Operators Component Details

Paul Rogers edited this page Sep 12, 2022 · 3 revisions

TimeSeries Engine

See TimeseriesQueryEngine.

  • One Guice-created engine per server.
  • Uses a buffer pool.
  • Operates on a single segment.
  • process() is really "plan" and should appear in the planner.
  • Handles vectorized and non-vectorized cases. Create these as separate operators.

Non-vectorized:

  • Uses QueryRunnerHelper to make the cursors, then map cursors to functions (Alter the scan query operators to follow)
  • Sequences.filter acts as a sequence filter. Equiv is the FilteringOperator. But here, it just ignores null values.
  • Each cursor:
    • Create aggregators
    • Aggregate rows using aggregators
    • Convert aggregators to a time series result
    • Close the aggregators

For vectorized:

  • Makes one vectorized cursor
  • Uses VectorCursorGranularizer to ???

Cursors

  • The cursor does not deliver rows, instead it uses selectors to write values to some target location.
  • Cursors handle filtering, interval filtering, virtual (computed) columns, granularity and asc/desc order (ordered by what?)
  • Regular cursors can produce multiple (in theory, but not in practice?), vector cursors produce only one.

TimeSeries Something

CombiningAccumulator handles values for a single group.

  • Comparator<T> ordering determines when two values are the same.
  • BinaryOperator<T> mergeFn merges values:
    • f(x, null) accepts the first value
    • f(x, y) combines values, where x is the result of a previous accumulation and y is the new value.

It seems that an Accumulator is, essentially, a collection builder: it gathers items into an output (which may be a list, etc.) When used as a CombiningAccumulator, it creates a list of like values, with the values combined.

  • "accumulate" - gather values
  • "combine" - function to combine two values into one value

Data coming into a agg is grouped by segment? So that "by segment" simply leaves the grouping?

Rows

Row is a representation of a row of data.

RowAdapters is a wrapper around a row with limited functionality: returns functions to get the timestamp and a column value.

MapBasedRow is a row comprised of a timestamp and a map.

TimeseriesResultBuilder is a builder for a (timestamp, event-map) row, represented as a Result over a TimeseriesResultValue

Result is another form of (timestamp, value) object.

ColumnSelectorFactory factory for column selectors.

ColumnValueSelector provides access methods (and conversions) for all Druid data types.

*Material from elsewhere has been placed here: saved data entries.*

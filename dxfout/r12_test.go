package dxfout

import (
	"bytes"
	"encoding/json"
	"math"
	"os"
	"os/exec"
	"path/filepath"
	"strconv"
	"strings"
	"testing"

	"gaugeline/detail/sheet"
	"gaugeline/rules/units"
)

// r12Pair is one CAM part of a job: its R12 file and, for comparison, the
// AutoCAD 2000 file of the same part.
type r12Pair struct {
	name       string
	part       *sheet.Part
	sys        units.System
	r12, r2000 []byte
}

func r12Pairs(t *testing.T) []r12Pair {
	t.Helper()
	var out []r12Pair
	for _, job := range jobs {
		_, s := sheetOf(t, job)
		for i := range s.Views {
			p := &s.Views[i].Part
			b, err := CAMR12(p, s.Units, s.TextHeight)
			if err != nil {
				t.Fatal(err)
			}
			a, err := CAM(p, s.Units)
			if err != nil {
				t.Fatal(err)
			}
			out = append(out, r12Pair{name: s.Mark + "-" + p.Name, part: p, sys: s.Units, r12: b, r2000: a})
		}
	}
	return out
}

// The R12 bytes, read by our own pair reader: AC1009 in the header, no
// handles (R12 has none) and none of the AutoCAD 2000 sections, the units
// in a comment, the layer table 0, contour, holes, mark; the contour one
// closed POLYLINE; each hole a CIRCLE of the part's diameter or a closed
// POLYLINE of four VERTEXes whose bulges are 0, 1, 0, 1 (two sides, two
// half circles), each POLYLINE ended by SEQEND; the label one TEXT on
// mark. Drawn twice, the bytes are the same.
func TestR12Bytes(t *testing.T) {
	slots := 0
	for _, c := range r12Pairs(t) {
		ps, err := pairs(c.r12)
		if err != nil {
			t.Fatalf("%s: %v", c.name, err)
		}
		again, _ := CAMR12(c.part, c.sys, 1)
		if first, _ := CAMR12(c.part, c.sys, 1); !bytes.Equal(first, again) {
			t.Errorf("%s: two drawings differ", c.name)
		}
		if want := (pair{999, unitsComment(c.sys)}); ps[0] != want {
			t.Errorf("%s: first pair %v, want %v", c.name, ps[0], want)
		}
		if v := headerVar(ps, "$ACADVER"); v != "AC1009" {
			t.Errorf("%s: $ACADVER %q, want AC1009", c.name, v)
		}
		for _, p := range ps {
			if p.code == 5 || p.code == 330 || p.code == 100 || p.code == 0 && (p.value == "LWPOLYLINE" || p.value == "CLASSES") ||
				p.code == 9 && (p.value == "$INSUNITS" || p.value == "$MEASUREMENT" || p.value == "$HANDSEED") {
				t.Errorf("%s: %v is not R12", c.name, p)
			}
		}
		if got := tableNames(ps, "LAYER"); strings.Join(got, " ") != "0 contour holes mark" {
			t.Errorf("%s: layers %q", c.name, got)
		}
		slots += checkR12Entities(t, c, ps)
	}
	if slots == 0 {
		t.Error("no job of the set has a slot: the slot outline is not checked")
	}
}

// checkR12Entities checks the ENTITIES section of one R12 CAM file
// against its part and returns how many slots it holds.
func checkR12Entities(t *testing.T, c r12Pair, ps []pair) (slots int) {
	t.Helper()
	es := r12Entities(ps)
	if len(es) == 0 || es[0].kind != "POLYLINE" || es[0].layer != "contour" || !es[0].closed || len(es[0].verts) != len(c.part.Contour) {
		t.Fatalf("%s: the first entity is not the closed contour of %d corners: %+v", c.name, len(c.part.Contour), es[:min(1, len(es))])
	}
	holes := es[1:]
	if c.part.Label != "" {
		if last := es[len(es)-1]; last.kind != "TEXT" || last.layer != "mark" || last.text != c.part.Label {
			t.Errorf("%s: last entity %+v, want the TEXT %q on mark", c.name, last, c.part.Label)
		}
		holes = es[1 : len(es)-1]
	}
	if len(holes) != len(c.part.Holes) {
		t.Fatalf("%s: %d entities between contour and label, the part has %d holes", c.name, len(holes), len(c.part.Holes))
	}
	for i, h := range c.part.Holes {
		e := holes[i]
		if e.layer != "holes" {
			t.Errorf("%s hole %s: on layer %q", c.name, h.ID, e.layer)
		}
		if h.Round() {
			if e.kind != "CIRCLE" || math.Abs(2*e.radius-h.Diameter()) > tol {
				t.Errorf("%s hole %s: %s of radius %v, want a CIRCLE of diameter %v", c.name, h.ID, e.kind, e.radius, h.Diameter())
			}
			continue
		}
		slots++
		if e.kind != "POLYLINE" || !e.closed || len(e.verts) != 4 || !e.seqend {
			t.Errorf("%s hole %s: %s closed %v of %d vertices, SEQEND %v", c.name, h.ID, e.kind, e.closed, len(e.verts), e.seqend)
			continue
		}
		for k, want := range []float64{0, 1, 0, 1} {
			if e.verts[k][2] != want {
				t.Errorf("%s hole %s: vertex %d bulge %v, want %v", c.name, h.ID, k, e.verts[k][2], want)
			}
		}
	}
	return slots
}

func headerVar(ps []pair, name string) string {
	for i := 0; i+1 < len(ps); i++ {
		if ps[i].code == 9 && ps[i].value == name {
			return ps[i+1].value
		}
	}
	return ""
}

// tableNames lists the names (group 2) of the entries of a table.
func tableNames(ps []pair, table string) []string {
	var names []string
	in := false
	for i := 0; i+1 < len(ps); i++ {
		switch {
		case ps[i].code == 0 && ps[i].value == "TABLE":
			in = ps[i+1] == pair{2, table}
		case ps[i].code == 0 && ps[i].value == "ENDTAB":
			in = false
		case in && ps[i].code == 0 && ps[i+1].code == 2:
			names = append(names, ps[i+1].value)
		}
	}
	return names
}

// r12Ent is an entity of an R12 file, its VERTEXes and SEQEND folded
// into their POLYLINE.
type r12Ent struct {
	kind, layer, text string
	radius            float64
	closed, seqend    bool
	verts             [][3]float64 // x, y, bulge
}

func r12Entities(ps []pair) []r12Ent {
	var out []r12Ent
	in := false
	for i, p := range ps {
		if p.code == 2 && i > 0 && ps[i-1] == (pair{0, "SECTION"}) {
			in = p.value == "ENTITIES"
		}
		if p == (pair{0, "ENDSEC"}) {
			in = false
		}
		if !in || p.code == 2 {
			continue
		}
		f, _ := strconv.ParseFloat(p.value, 64)
		switch {
		case p.code == 0 && p.value == "VERTEX":
			last := &out[len(out)-1]
			last.verts = append(last.verts, [3]float64{})
		case p.code == 0 && p.value == "SEQEND":
			out[len(out)-1].seqend = true
		case p.code == 0:
			out = append(out, r12Ent{kind: p.value})
		case len(out) == 0:
		case p.code == 8:
			out[len(out)-1].layer = p.value
		case p.code == 1:
			out[len(out)-1].text = p.value
		case p.code == 40:
			out[len(out)-1].radius = f
		case p.code == 70 && len(out[len(out)-1].verts) == 0:
			out[len(out)-1].closed = int(f)&1 == 1
		case p.code == 10 || p.code == 20 || p.code == 42:
			if e := &out[len(out)-1]; len(e.verts) > 0 {
				e.verts[len(e.verts)-1][map[int]int{10: 0, 20: 1, 42: 2}[p.code]] = f
			}
		}
	}
	return out
}

// ezdxf, a reader independent of ours, reads every R12 CAM file of the
// jobs as AC1009 with nothing to repair, and finds in it the holes of the
// AutoCAD 2000 file of the same part: centres, diameters, slot lengths
// and bulges within 1e-6; the contour's corners too; besides them only
// the label, a TEXT on layer mark.
func TestEzdxfReadsR12(t *testing.T) {
	haveEzdxf(t)
	dir := t.TempDir()
	cs := r12Pairs(t)
	var paths []string
	for _, c := range cs {
		for name, data := range map[string][]byte{c.name + R12Ext: c.r12, c.name + ".cam.dxf": c.r2000} {
			if err := os.WriteFile(filepath.Join(dir, name), data, 0o644); err != nil {
				t.Fatal(err)
			}
		}
		paths = append(paths, filepath.Join(dir, c.name+R12Ext), filepath.Join(dir, c.name+".cam.dxf"))
	}
	out, err := exec.Command(python, append([]string{"-c", readBack}, paths...)...).Output()
	if err != nil {
		if ee, ok := err.(*exec.ExitError); ok {
			t.Fatalf("ezdxf: %v\n%s", err, ee.Stderr)
		}
		t.Fatal(err)
	}
	var files []ezFile
	if err := json.Unmarshal(out, &files); err != nil {
		t.Fatal(err)
	}
	if len(files) != 2*len(cs) {
		t.Fatalf("ezdxf read %d files of %d", len(files), 2*len(cs))
	}
	for i, c := range cs {
		r12, r2000 := files[2*i], files[2*i+1]
		if r12.Version != "AC1009" || r2000.Version != "AC1015" {
			t.Errorf("%s: versions %s and %s, want AC1009 and AC1015", c.name, r12.Version, r2000.Version)
		}
		if len(r12.Errors) > 0 || len(r12.Fixes) > 0 {
			t.Errorf("%s: audit errors %q, fixes %q", c.name, r12.Errors, r12.Fixes)
		}
		got, labels := ezGeometry(t, c.name+R12Ext, r12)
		want, _ := ezGeometry(t, c.name+".cam.dxf", r2000)
		sameHoles(t, c.name+R12Ext, got.holes, want.holes)
		if !sameFloats(got.bulges, want.bulges) || !sameFloats(got.contour, want.contour) {
			t.Errorf("%s: bulges %v contour %v; the R2000 file's %v, %v", c.name, got.bulges, got.contour, want.bulges, want.contour)
		}
		if c.part.Label == "" || len(labels) != 1 || labels[0] != c.part.Label {
			t.Errorf("%s: texts on mark %q, want the one label %q", c.name, labels, c.part.Label)
		}
	}
}

// ezShape is what a CAM file read by ezdxf cuts: its holes, the bulges of
// its slots' vertices and its contour's corners (x, y in turn).
type ezShape struct {
	holes           []wantHole
	bulges, contour []float64
}

// ezGeometry sorts a CAM file's entities by layer: contour, holes and the
// texts of layer mark; anything else is an error.
func ezGeometry(t *testing.T, name string, f ezFile) (s ezShape, labels []string) {
	t.Helper()
	for _, e := range f.Entities {
		switch {
		case e.Layer == "contour" && strings.HasSuffix(e.Type, "POLYLINE") && e.Closed:
			for _, p := range e.Points {
				s.contour = append(s.contour, p[0], p[1])
			}
		case e.Layer == "holes":
			h, err := ezHole(e.Type, e.X, e.Y, e.R, e.Points, e.Closed)
			if err != nil {
				t.Fatalf("%s: %v", name, err)
			}
			s.holes = append(s.holes, h)
			for _, p := range e.Points {
				s.bulges = append(s.bulges, p[2])
			}
		case e.Layer == "mark" && e.Type == "TEXT":
			labels = append(labels, e.Text)
		default:
			t.Errorf("%s: a %s on layer %q (closed %v)", name, e.Type, e.Layer, e.Closed)
		}
	}
	return s, labels
}

func sameFloats(a, b []float64) bool {
	if len(a) != len(b) {
		return false
	}
	for i := range a {
		if math.Abs(a[i]-b[i]) > tol {
			return false
		}
	}
	return true
}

RowBasedColumnSelectorFactory creates column selectors for a Row given a column name.

Timeseries Query

Results appear to contain only a timestamp and aggregator values. (No dimensions per group?)

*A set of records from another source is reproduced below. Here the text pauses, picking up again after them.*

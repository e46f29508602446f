package dxfout

import (
	"encoding/json"
	"math"
	"os"
	"os/exec"
	"path/filepath"
	"slices"
	"strings"
	"testing"
)

// readTexts lists every TEXT of a drawing with its layer and insertion
// point, as ezdxf reads them.
const readTexts = `
import json, sys
import ezdxf
doc = ezdxf.readfile(sys.argv[1])
json.dump([{"layer": e.dxf.layer, "text": e.dxf.text, "x": e.dxf.insert.x, "y": e.dxf.insert.y}
           for e in doc.modelspace().query("TEXT")], sys.stdout)
`

// BR-20 (testdata/jobs/us-brace-two-ends.yaml, quantity 2): read by ezdxf,
// the cut sheet carries a BILL OF MATERIAL and a BOLT LIST on the notes
// layer, row by row. The member row: L4x4x1/2 14'-3" (171 in), 3.75 in²
// (AISC Manual Table 1-7, from memory) × 171 in × 490 lb/ft³ / 1728 =
// 181.8 lb each, 363.7 lb for 2. The near plate 1/2 × 12 × 19-1/2 in:
// 117 in³ × 490/1728 = 33.2 lb. Bolts: 3/4 in through 1/2 + 1/2 in: 1 + 1
// (RCSC Table C-2.1 as reproduced) = 2 in, 4 × 2 = 8; 7/8 in through 1/2 +
// 3/8: 7/8 + 1-1/8 = 2 in, 3 × 2 = 6.
func TestEzdxfBillOfMaterial(t *testing.T) {
	haveEzdxf(t)
	_, s := sheetOf(t, "../testdata/jobs/us-brace-two-ends.yaml")
	fs, err := Files(s)
	if err != nil {
		t.Fatal(err)
	}
	path := filepath.Join(t.TempDir(), fs[0].Name)
	if fs[0].Name != "BR-20.dxf" {
		t.Fatalf("first file %s, want the sheet", fs[0].Name)
	}
	if err := os.WriteFile(path, fs[0].Data, 0o644); err != nil {
		t.Fatal(err)
	}
	out, err := exec.Command(python, "-c", readTexts, path).Output()
	if err != nil {
		t.Fatalf("ezdxf: %v", err)
	}
	var texts []struct {
		Layer, Text string
		X, Y        float64
	}
	if err := json.Unmarshal(out, &texts); err != nil {
		t.Fatal(err)
	}
	// Rows: the notes layer's texts on one baseline, left to right.
	rows := map[float64][]string{}
	var ys []float64
	xs := map[float64][]float64{}
	for _, x := range texts {
		if x.Layer != "notes" {
			continue
		}
		y := math.Round(x.Y*1e6) / 1e6
		if _, ok := rows[y]; !ok {
			ys = append(ys, y)
		}
		i, _ := slices.BinarySearch(xs[y], x.X)
		xs[y] = slices.Insert(xs[y], i, x.X)
		rows[y] = slices.Insert(rows[y], i, x.Text)
	}
	has := func(want ...string) bool {
		for _, y := range ys {
			if slices.Equal(rows[y], want) {
				return true
			}
		}
		return false
	}
	for _, want := range [][]string{
		{"BILL OF MATERIAL"},
		{"MARK", "QTY", "EACH", "SIZE", "GRADE", "CUT LENGTH", "WEIGHT EACH LB", "WEIGHT LB", "CAM FILE", "NOTE"},
		{"BR-20-M", "2", "1", "L4x4x1/2", "A36", `14'-3"`, "181.8", "363.7", "BR-20-member.cam.dxf"},
		{"BR-20-P", "2", "1", `PL 1/2" x 1'-0" x 1'-7 1/2"`, "A572-50", `1'-7 1/2"`, "33.2", "66.4", "BR-20-plate.cam.dxf", "NEAR END"},
		{"BOLT LIST"},
		{"8", "4", `3/4" A325 x 2"`, `1"`, "NEAR END", "MEMBER STANDARD, PLATE STANDARD", "NONE", "BEARING"},
		{"6", "3", `7/8" A325 x 2"`, `7/8"`, "FAR END", "MEMBER STANDARD, PLATE STANDARD", "NONE", "BEARING"},
	} {
		if !has(want...) {
			t.Errorf("no row %q on the notes layer", want)
		}
	}
	// The tables are the sheet's model, row for row.
	if len(s.BillOfMaterial) != 5 || len(s.BoltList) != 3 {
		t.Errorf("tables of %d and %d rows, want 5 (header, 3 pieces, total) and 3", len(s.BillOfMaterial), len(s.BoltList))
	}
	var notes string
	for _, x := range texts {
		notes += x.Text + "\n"
	}
	if !strings.Contains(notes, "RCSC SPECIFICATION TABLE C-2.1") {
		t.Error("the bolt list does not name the source of its length allowance")
	}
}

TimeseriesQueryQueryToolChest.mergeResults:

Base sequence values: TimeseriesResultValue which is a wrapper over a map. (Note: would be more efficient to store data as a tuple.)

Case 1: Overall total (with nuances for skip empty buckets, by-segment): get single value or create a default value.

Aggregations

AggregatorFactory opinionated factory for aggregations. This probably wants to be refactored, but will be hard because of the sheer number of items, and that that is an extension point. The factory seems to know its column name; thus it is a (type, column) pair. Should be split.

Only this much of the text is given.